2. Beware of Unknown USBs
Penetration testing teams – the people you hire to check your security systems for weaknesses – have used USB drives as a vulnerability tool for years.
As KnowB4 computer security consultant Roger Grimes says, “My favorite trick, when I was a full-time penetration tester, was to label the dropped USB keys with the company’s name and include a malicious file labeled “Pending layoffs”. Employees could not wait to plug those in and open the file.”
Now, you may be aware enough to be suspicious of a random USB drive or key lying in your work parking lot or in the lobby. But what if it came to you in the mail as part of a Microsoft or other software company package?
That’s the new scam researchers are warning about.
Examples include free software downloads and ‘updated’ devices that users should install because of security compromises. They arrive in fully branded packaging that may be real and repurposed or just very successfully copied.
No matter what the premise is though, installing the USB will install whatever malicious code or scam the criminals put on it.
How can you protect yourself?
- Never plug in a USB to your computer that you aren’t 100% sure is safe. It doesn’t matter if you picked it up off the ground, received it in the mail, or were handed it at a trade show. Unless you know exactly who the USB came from and what is on it, do not expose yourself and your company to the risk.
- Give any unknown USBs to your IT team to check for you. It’s absolutely possible that a colleague left their USB on the conference table. But ask them or get the USB checked. Do not plug it in thinking you’ll take a quick look and find out who it belongs to.
- Keep in mind that criminal tactics will continue to evolve. The USB lying in the parking lot may be obvious, but the one sent in the mail that looks like it’s really from Microsoft is not. These attacks do happen, and we need to stay alert for them.
3. Giveaway Scams
A recent scam circulating through WhatsApp motivated Heineken to issue a formal statement.
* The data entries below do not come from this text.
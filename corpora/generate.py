#!/usr/bin/python3
"""Generates chute's demo corpus: the inbound correspondence of the invented
"Harbour Authority of Port Velmar".

Everything in it is invented: the port, people, ships, companies, streets,
laws and reference numbers. Documents are assembled from templates: each
slot (subject, opening, details, request, closing, signature, ...) has many
phrase variants, and "[a|b|c]" inside a phrase picks one alternative, so
documents are combinations, not copies. A phrase may start with tags,
"book,eta::..." (fits only documents whose opening set one of those
scenarios) or "!cancel::..." (fits all but that one), so that the sentences
of one document stay on one matter. About one document in ten is in
Spanish, German or Japanese; a share carries typing mistakes, scanned
letters and faxes carry OCR-like noise, and some mention other queues'
business so that routing them is not trivial.

Output (under --out, default corpora/port-authority next to this script):
  labelled/<queue>/<NNNN>.txt   documents with their queue
  inbox/<name>.txt              unlabelled documents from the same generator
  inbox-key.csv                 RFC 4180 CSV, header path,queue
  README.md                     scenario, counts, languages, noise, command

The output is a pure function of the seed: re-running with the same seed
rewrites the same bytes (the script removes labelled/, inbox/ and
inbox-key.csv first, and uses no clock, no hash ordering, no locale).

Usage: corpora/generate.py [--seed N] [--out DIR]
Standard library only.
"""

import argparse
import csv
import datetime
import io
import os
import random
import re
import shutil
import sys
import textwrap
import unicodedata

SEED = 20261130
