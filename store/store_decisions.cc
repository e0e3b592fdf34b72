// The decision log of routing into folders, unreadable files and the queues'
// routing rules (decision_log.h; schema.h, version 4).
#include <algorithm>
#include <array>
#include <string>
#include <string_view>
#include <utility>

#include "store/fault_point.h"
#include "store/store.h"

namespace chute {

namespace {

constexpr std::array<std::pair<HeldReason, std::string_view>, 5> kHeldNames{{
    {HeldReason::kNone, ""},
    {HeldReason::kThreshold, "threshold"},
    {HeldReason::kNoTerms, "no_terms"},
    {HeldReason::kMinDocuments, "min_documents"},
    {HeldReason::kAudit, "audit"},
}};

constexpr std::array<std::pair<DeliveryMode, std::string_view>, 3> kModeNames{{
    {DeliveryMode::kMove, "move"},
    {DeliveryMode::kCopy, "copy"},
    {DeliveryMode::kLink, "link"},
}};

constexpr std::array<std::pair<ReviewKind, std::string_view>, 3> kReviewNames{{
    {ReviewKind::kNone, ""},
    {ReviewKind::kMoved, "moved"},
    {ReviewKind::kLeft, "left"},
}};

template <typename E, size_t N>
std::string_view NameOf(const std::array<std::pair<E, std::string_view>, N>& names, E e) {
  for (const auto& [value, name] : names) {
    if (value == e) return name;
  }
  return "";
}

template <typename E, size_t N>
bool Parse(const std::array<std::pair<E, std::string_view>, N>& names, std::string_view word,
           E* out) {
  for (const auto& [value, name] : names) {
    if (name == word) {
      *out = value;
      return true;
    }
  }
  return false;
}

// Binds text, or NULL when empty.
void BindTextOrNull(sql::Statement& st, int i, std::string_view text) {
  if (text.empty()) {
    st.BindNull(i);
  } else {
    st.Bind(i, text);
  }
}

std::string TextOrEmpty(const sql::Statement& st, int i) {
  return st.ColumnIsNull(i) ? std::string() : std::string(st.ColumnText(i));
}

// The columns ReadDecision reads, in its order.
constexpr char kDecisionColumns[] =
    "id, digest, source, destination, queue, confidence, runner_up, runner_up_posterior, "
    "held, model_version, time, by, mode, delivered, terms, unknown_terms, review, "
    "reviewed_queue, reviewed_path, reviewed_at";

Status ReadDecision(const sql::Statement& st, const std::string& path, DecisionRecord* r) {
  r->id = st.ColumnInt(0);
  r->digest = st.ColumnText(1);
  r->source = st.ColumnText(2);
  r->destination = st.ColumnText(3);
  r->queue = st.ColumnText(4);
  r->confidence = st.ColumnDouble(5);
  r->runner_up = TextOrEmpty(st, 6);
  r->runner_up_posterior.reset();
  if (!st.ColumnIsNull(7)) r->runner_up_posterior = st.ColumnDouble(7);
  if (!ParseHeld(TextOrEmpty(st, 8), &r->held)) {
    return Status::Corruption(path + ": decision " + std::to_string(r->id) +
                              ": unknown held reason");
  }
  r->model_version = st.ColumnInt(9);
  r->time = st.ColumnText(10);
  r->by = st.ColumnText(11);
  if (!ParseDeliveryMode(st.ColumnText(12), &r->mode)) {
    return Status::Corruption(path + ": decision " + std::to_string(r->id) +
                              ": unknown delivery mode");
  }
  r->delivered = st.ColumnInt(13) != 0;
  r->terms = st.ColumnInt(14);
  r->unknown_terms = st.ColumnInt(15);
  if (!ParseReviewKind(TextOrEmpty(st, 16), &r->review)) {
    return Status::Corruption(path + ": decision " + std::to_string(r->id) +
                              ": unknown review kind");
  }
  r->reviewed_queue = TextOrEmpty(st, 17);
  r->reviewed_path = TextOrEmpty(st, 18);
  r->reviewed_at = TextOrEmpty(st, 19);
  return Status::Ok();
}

}  // namespace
They were not, in fact, giving away 5,000 coolers of free beer in honor of Father’s Day.
But how many people do you think saw the fake competition, versus how many saw the official statement? According to onlinethreats.com, the scam spread “like wildfire.”
And before you dismiss this as irrelevant because you don’t even use WhatsApp (neither do I), consider how many online competitions you have entered or seen. The Savannah Morning News website frequently promotes giveaways, for example. They are an effective tool for businesses to get new leads and build engagement. And they can be inexpensively distributed to large quantities of people via email, text, and social media.
All a criminal has to do is set up a webpage or form for capturing the data they want.
So how can you tell which giveaways are legit?
- Read the fine print. I know, I know. None of us wants to do this. But inside the terms and conditions, or even within a social media contest post, legitimate businesses typically spell out how and when you may be contacted, as well as by which social handle or email address. If this kind of information is missing, you’re probably looking at a scam.
- Stop if you see the contest asking for any banking or financial information. As the FTC explains in this article, real contests and giveaways do not require you to pay.
- Use caution if you feel any kind of urgency or pressure to enter. Official contests often, if not always, have a deadline for entering, but scams will be pushier. They’ll make it seem like you have to ‘enter now’ due to limited quantities or an expiring time so you rush.
- Take a moment to check the sponsoring company’s official website to see if the giveaway is mentioned. Alternatively, search for the company name and ‘giveaway’ or some related term to see if results come back warning you of a scam.
- As always, stop and think before clicking on any unsolicited links you get via email, text, or served to you online.